Comincia anche, dopo vane speranze di liberazione, a dedicarsi fattivamente alla sua posizione legale. Verso i primi del 1620, Campanella viene a sapere che, per ragioni misteriose, il fascicolo del suo processo è andato disperso, o comunque è irreperibile. Speranzoso, Campanella scrive una Informazione sopra la lettura dei processi fatti l’anno 1599 in Calabria “de rebellione”. In essa, in sostanza fidando sul fatto che gli atti del processo erano spariti e quindi nessuno poteva smentirlo, metteva su carta una radicale rilettura del processo, in cui non solo ribadiva la sua innocenza e l’inverosimiglianza delle accuse (scrive: “In primis, questo processo si deve leggere più presto come poema di favole impossibili intessuto, che come storia o diceria inverosimile”), ma soprattutto dimostrava l’illegalità sia della procedura sia, soprattutto, della sua prigionia (vent’anni in carcere, in condizioni durissime, senza alcuna condanna!) Ad esso fa seguire, in guisa di narrazione storiografica, una Narrazione della istoria sopra cui fu appoggiata la favola della rebellione. 

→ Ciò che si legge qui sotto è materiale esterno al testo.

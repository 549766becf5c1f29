import { plural } from './plain.ts';

/** Text as a message quotes it: cut to 60 characters. */
function quoted(text: string): string {
  return `'${text.length > 60 ? `${text.slice(0, 59)}…` : text}'`;
}

/** What the panel says when the spreadsheet program refuses something. */
export const hostWords = {
  trouble: (kind: 'gone' | 'protected' | 'busy' | 'selection' | 'size' | 'other', detail: string): string => {
    switch (kind) {
      case 'gone':
        return 'These cells cannot be found any more: the sheet or the range was deleted or renamed.';
      case 'protected':
        return 'The sheet is protected, so its cells cannot be changed; unprotect it and try again.';
      case 'busy':
        return 'A cell is being edited: finish it with Enter and try again.';
      case 'selection':
        return 'Select cells: what is selected now is something else, such as a chart.';
      case 'size':
        return 'These are more cells than can be read at once: choose a smaller range.';
      case 'other':
        return `The spreadsheet program refused: ${detail}`;
    }
  },
  noSheet: (name: string): string => `There is no sheet ${quoted(name)} in this workbook any more.`,
  blankSelection: (): string => 'The selected cells are blank: select the cells that hold your readings.',
  noAddress: (text: string): string =>
    text === ''
      ? 'Type a range such as B4:B60.'
      : `${quoted(text)} is not a range of cells: type one such as B4:B60 or Sheet1!B4:B60.`,
  noHost: (): string =>
    'Tautline works inside a spreadsheet: open it from the ribbon of the spreadsheet program.',
};

/** The head of the panel and what concerns the whole of it. */
export const panelWords = {
  undo: 'Undo',
  redo: 'Redo',
  undoOf: (what: string): string => `Undo: ${what}`,
  redoOf: (what: string): string => `Redo: ${what}`,
  opening: 'Opening …',
  jump: 'Go to',
  jumps: { readings: 'Readings', laws: 'Laws', depth: 'In depth' },
  readAgain: 'Read the cells again',
  dismiss: 'Dismiss',
  fault: (detail: string): string =>
    `Something went wrong inside the panel: ${detail}. Your choices are kept; undo the last step or read the cells again.`,
  undone: (what: string): string => `Taken back: ${what}.`,
  redone: (what: string): string => `Done again: ${what}.`,
};

/** Names of steps, as the undo button says them. */
export const stepWords = {
  readings: 'choose readings',
  ranges: 'change the ranges',
  heading: 'name the columns',
  swap: 'swap x and y',
  grow: 'take the reading typed below',
  law: (law: string): string => `choose ${law}`,
  addLaw: (law: string): string => `compare ${law}`,
  removeLaw: (law: string): string => `stop comparing ${law}`,
  known: (name: string): string => `set ${name}`,
  uncertainty: (axis: 'x' | 'y'): string => `set the uncertainty of ${axis}`,
  option: (name: string): string => `set ${name}`,
  unit: (name: string): string => `name the unit of ${name}`,
  leaveOut: (position: number): string => `leave out reading ${position}`,
  takeBack: (position: number): string => `take reading ${position} back in`,
  takeAllBack: 'take all readings back in',
};

/** The section on readings. */
export const readingsWords = {
  title: 'Readings',
  startTitle: 'From two columns to a constant',
  startSelect: 'Select two columns in the sheet: what you set or waited for (x), then what you read (y).',
  startUse: 'Press the button below. Headers such as “time / h” above the cells become names and units.',
  startLook: 'Look which law draws your readings straight, then read its constants.',
  startHint: 'One click into a table is enough: the block around the cell is taken.',
  use: 'Use the selection',
  selectedNow: (address: string, shape: string): string => `Selected now: ${address} (${shape})`,
  shape: (rows: number, columns: number): string => `${plural(rows, 'row')} × ${plural(columns, 'column')}`,
  areas: (count: number): string => plural(count, 'area'),
  selectTwo: (found: number): string =>
    found === 0
      ? 'Select two columns of readings: there are no numbers in the selected cells.'
      : 'Select two columns of readings, x and y: only one of the selected columns holds numbers.',
  selectEqual: (x: number, y: number): string =>
    `Select as many cells for y as for x: there are ${x} for x and ${y} for y.`,
  used: (count: number): string => `${count} used`,
  setAside: (count: number): string => `${count} set aside`,
  leftOut: (count: number): string => `${count} left out by you`,
  waiting: (count: number): string => `${count} not there yet`,
  showCell: (position: number): string => `Show reading ${position} in the sheet`,
  edit: 'Ranges, names and units',
  xCells: 'Cells of x',
  yCells: 'Cells of y',
  name: (axis: 'x' | 'y'): string => `Name of ${axis}`,
  unit: (axis: 'x' | 'y'): string => `Unit of ${axis}`,
  column: (axis: 'x' | 'y'): string => `Column of ${axis}`,
  swap: 'Swap x and y',
  grew: (address: string): string => `The reading typed below is taken in: y is now ${address}.`,
  gone: 'The cells of the readings were deleted. Select the readings anew, or undo the deletion in the sheet.',
  spreadLeft:
    'The uncertainties in cells stood beside the former readings and were left there. Give them anew if there are some.',
  spreadGone:
    'The cells of an uncertainty were deleted; the readings count without it. Give the uncertainty anew if there is one.',
  replace: 'Use the selection instead',
};

/** The section that compares laws. */
export const lawsWords = {
  title: 'Laws side by side',
  lead: 'Each small plot shows your readings on the axes that make this law a straight line. Look for dots that follow the line.',
  choose: 'Laws that can take these readings, best supported first',
  support: (percent: string): string => `${percent} %`,
  supportName: 'support',
  bowName: 'bow',
  misfitName: 'misfit',
  none: '–',
  deeper: 'See it in depth',
  plot: (plot: string, against: string): string => `${plot} against ${against}`,
  impossible: (count: number): string => `Not possible with these readings (${count})`,
  progress: (done: number, total: number): string => `Fitting law ${Math.min(done + 1, total)} of ${total}`,
  cancel: 'Cancel',
  cancelled: 'The comparison was cancelled; the laws fitted so far are shown.',
  resume: 'Compare again',
  trade: 'A law of the trade',
  tradeFirst: 'Choose one to compare …',
  own: 'Your own law',
  ownExample: 'for example  V(t) = V0*exp(-t/tau)',
  ownHelp: 'In your own symbols; the left side says which is y and which is x.',
  compare: 'Compare it',
  remove: (law: string): string => `Stop comparing ${law}`,
  straight: (plot: string, against: string, slope: string, intercept: string): string =>
    `plot ${plot} against ${against}; slope = ${slope}; intercept = ${intercept}`,
  explain: 'What the three figures mean',
  explainSupport:
    'Support: of the laws shown, how the evidence divides among them; it rewards a close fit and charges for constants.',
  explainBow:
    'Bow: how far the readings bend away from their line, in percent of its rise. Near 0 is straight; a sign says which way.',
  explainMisfit: 'Misfit: the typical distance between readings and curve, in the units of y.',
  noSupport: 'Support needs a law whose x axis is free of y, and readings without an uncertainty in x.',
};

/** The section that shows one law in depth. */
export const depthWords = {
  title: 'One law in depth',
  pick: 'Choose a law to see it drawn large, with its constants and everything that speaks against it.',
  straightTitle: 'On straight axes',
  residualTitle: 'What the line leaves',
  curveTitle: 'On the original axes',
  bandNote: (percent: string, what: 'curve' | 'reading'): string =>
    what === 'curve'
      ? `Band: where the curve lies, ${percent} %.`
      : `Band: where a new reading falls, ${percent} %.`,
  fitting: (law: string): string => `Fitting ${law} …`,
  stopped: 'No line yet',
  setOutsideAside: 'Set readings outside the law aside',
  constants: 'Constants',
  standardUncertainty: 'Standard uncertainty',
  interval: (percent: string): string => `${percent} % interval`,
  to: (low: string, high: string): string => `${low} to ${high}`,
  noUncertainty: 'no scatter to judge by',
  given: (list: string): string => `Given: ${list}`,
  givenValue: (name: string, value: string): string => `${name} = ${value}`,
  unitOf: (name: string): string => `Unit of ${name}`,
  unit: 'unit',
  checks: 'Checks',
  checking: 'Checking …',
  noChecks: 'Nothing to remark: the readings lie on the line as scatter would have it.',
  level: { stop: 'Stop', caution: 'Caution', note: 'Note' },
  statement: 'In a sentence',
  statementFor: 'Constant',
  copy: 'Copy the sentence',
  copied: 'Copied.',
  copyFailed: 'Copying is not allowed here: select the sentence and copy it with the keyboard.',
};

/** The list of readings of the chosen law. */
export const listWords = {
  title: 'Readings one by one',
  help: 'Arrow keys move, Enter shows the cell.',
  reading: 'Reading',
  name: (position: number): string => `Reading ${position}`,
  residual: 'Residual',
  standardised: 'Standardised residual',
  leverage: 'Leverage',
  leaveOut: 'Leave out and see',
  takeIn: 'Take back in',
  takeAllIn: 'Take all back in',
  show: 'Show in the sheet',
  left: 'left out by you',
  more: (shown: number, total: number): string => `The ${shown} most telling of ${total} readings.`,
  none: 'Select a dot or a row to see a reading.',
};

/** What the user knows beforehand, and how the line is to be fitted. */
export const knownWords = {
  title: 'What you know beforehand',
  constants: 'Known constants',
  constantsHelp: 'Type a value, with its standard uncertainty if it has one: 12±0.05',
  found: 'from the readings',
  builtIn: (value: string): string => `${value}, built in`,
  uncertaintyY: (name: string): string => `Standard uncertainty of ${name}`,
  uncertaintyX: (name: string): string => `Standard uncertainty of ${name}`,
  spread: {
    none: 'not known: judge by the scatter',
    equal: 'not known, the same for all readings',
    proportional: 'not known, in proportion to the reading',
    number: 'a number or a percentage',
    range: 'one for each reading, in cells',
    exact: 'none: x is exact',
  },
  fromColumn: (name: string): string => `in the column ${name}`,
  spreadText: 'such as 0.05 or 2%',
  spreadRange: 'cells, such as D4:D60',
  fromSelection: 'Take the selected cells',
  fit: 'How to fit',
  form: 'Straight axes',
  formOption: (number: number, plot: string, against: string): string =>
    `${number}. ${plot} against ${against}`,
  coverage: 'Coverage of intervals',
  coverageOther: (value: string): string => `${value} %`,
  intercept: 'Hold the intercept at the value that the known constants give it',
  direct: 'Fit the curve directly, in the units of y',
  reading: 'Widen the band to hold a new reading',
  outside: 'Set readings outside the law aside',
  montecarlo: 'Intervals by repeated simulation',
};

/** Reading off the curve. */
export const readOffWords = {
  title: 'Read off the curve',
  given: (name: string): string => `Given ${name}`,
  unitHint: (unit: string): string => (unit === '' ? '' : `in ${unit}`),
  nothing: 'Type a number.',
  result: (name: string, value: string): string => `${name} = ${value}`,
  range: (low: string, high: string, percent: string): string => `${percent} % interval ${low} to ${high}`,
  beyond: (low: string, high: string): string => `Outside the readings, which run from ${low} to ${high}.`,
  notNumber: (text: string): string => `${quoted(text)} is not a number.`,
};

/** Planning the next reading. */
export const planWords = {
  title: 'The next reading',
  open: 'Where it would tell the most, and how many are needed',
  constant: 'Constant',
  between: (name: string): string => `Between which values of ${name} can a reading be taken?`,
  from: (unit: string): string => withUnit('From', unit),
  to: (unit: string): string => withUnit('To', unit),
  at: (name: string, value: string, unit: string): string =>
    `Take it at ${name} = ${value} ${unit}`.trimEnd(),
  gain: (name: string, now: string, after: string, unit: string): string =>
    `One reading there brings the standard uncertainty of ${name} from ${now} to ${`${after} ${unit}`.trimEnd()}.`,
  noScatter: (name: string): string =>
    `What it brings ${name} cannot be said yet: there is no scatter to judge by.`,
  wanted: (name: string, unit: string): string => `Wanted standard uncertainty of ${withUnit(name, unit)}`,
  needed: (more: number, total: number): string =>
    `${plural(more, 'more reading')} spread like these, ${total} in all.`,
  reached: 'The readings at hand are enough.',
  notNumber: (text: string): string => `${quoted(text)} is not a number.`,
};

function withUnit(name: string, unit: string): string {
  return unit === '' ? name : `${name} in ${unit}`;
}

Il testo è lucido e abile. Ma al Sant’Uffizio e anche al Vicereame se ne fregano. 
Altri sei anni passano, e infine nel maggio del 1626 gli si permette di tornare al convento di San Domenico a Napoli. Ma dopo nemmeno un mese, a Roma ci si chiede: ma visto che il Campanella è guarito dalla pazzia, non è il caso di esaminarlo daccapo sui reati per cui di fatto non era mai stato condannato? E Campanella viene spedito a Roma. Se ne sta due anni nel (comodo) carcere dell’Inquisizione, senza che il tribunale faccia quasi nulla, e infine le lodi e le pubbliche difese elevate a favore del cardinale  Barberini, nel frattempo diventato papa come Urbano VIII, pagano i dividendi: viene liberato nel 1628.
Papa Urbano VIII Barberini
Ma certo ormai è vecchio (sessant’anni), prostrato dalla prigionia e dalle torture. Ciononostante, continua a scrivere, a parlare,  a darsi da fare in numerose direzioni. Pure troppe. Il processo a Galileo, che lui aveva difeso pubblicamente, gli nuoce; per colmo di sfortuna, viene processato (e strangolato in carcere) per tentata ribellione al viceré di Napoli un suo amico, fra Tommaso Pignatelli, ed è comune l’opinione che anche Campanella sia implicato. Lo stesso Pontefice, per evitare nuovi guai e seccature diplomatiche, avvisa Campanella del pericolo e gli “consiglia” di scappare. 
Campanella non se lo fa dire due volte: travestito e sotto falso nome, fugge da Roma nella carrozza dell’ambasciatore francese la notte del 21 ottobre 1634; a dicembre è a Parigi dove viene accolto con tutti gli onori (Richelieu e perfino il Re lo ricevono in privato colloquio). Diviene una specie di consigliere per l’Italia dei governanti di Francia, continuando a scrivere un po’ di tutto. Muore infine nel convento domenicano di rue Saint’Honoré il 21 maggio 1639.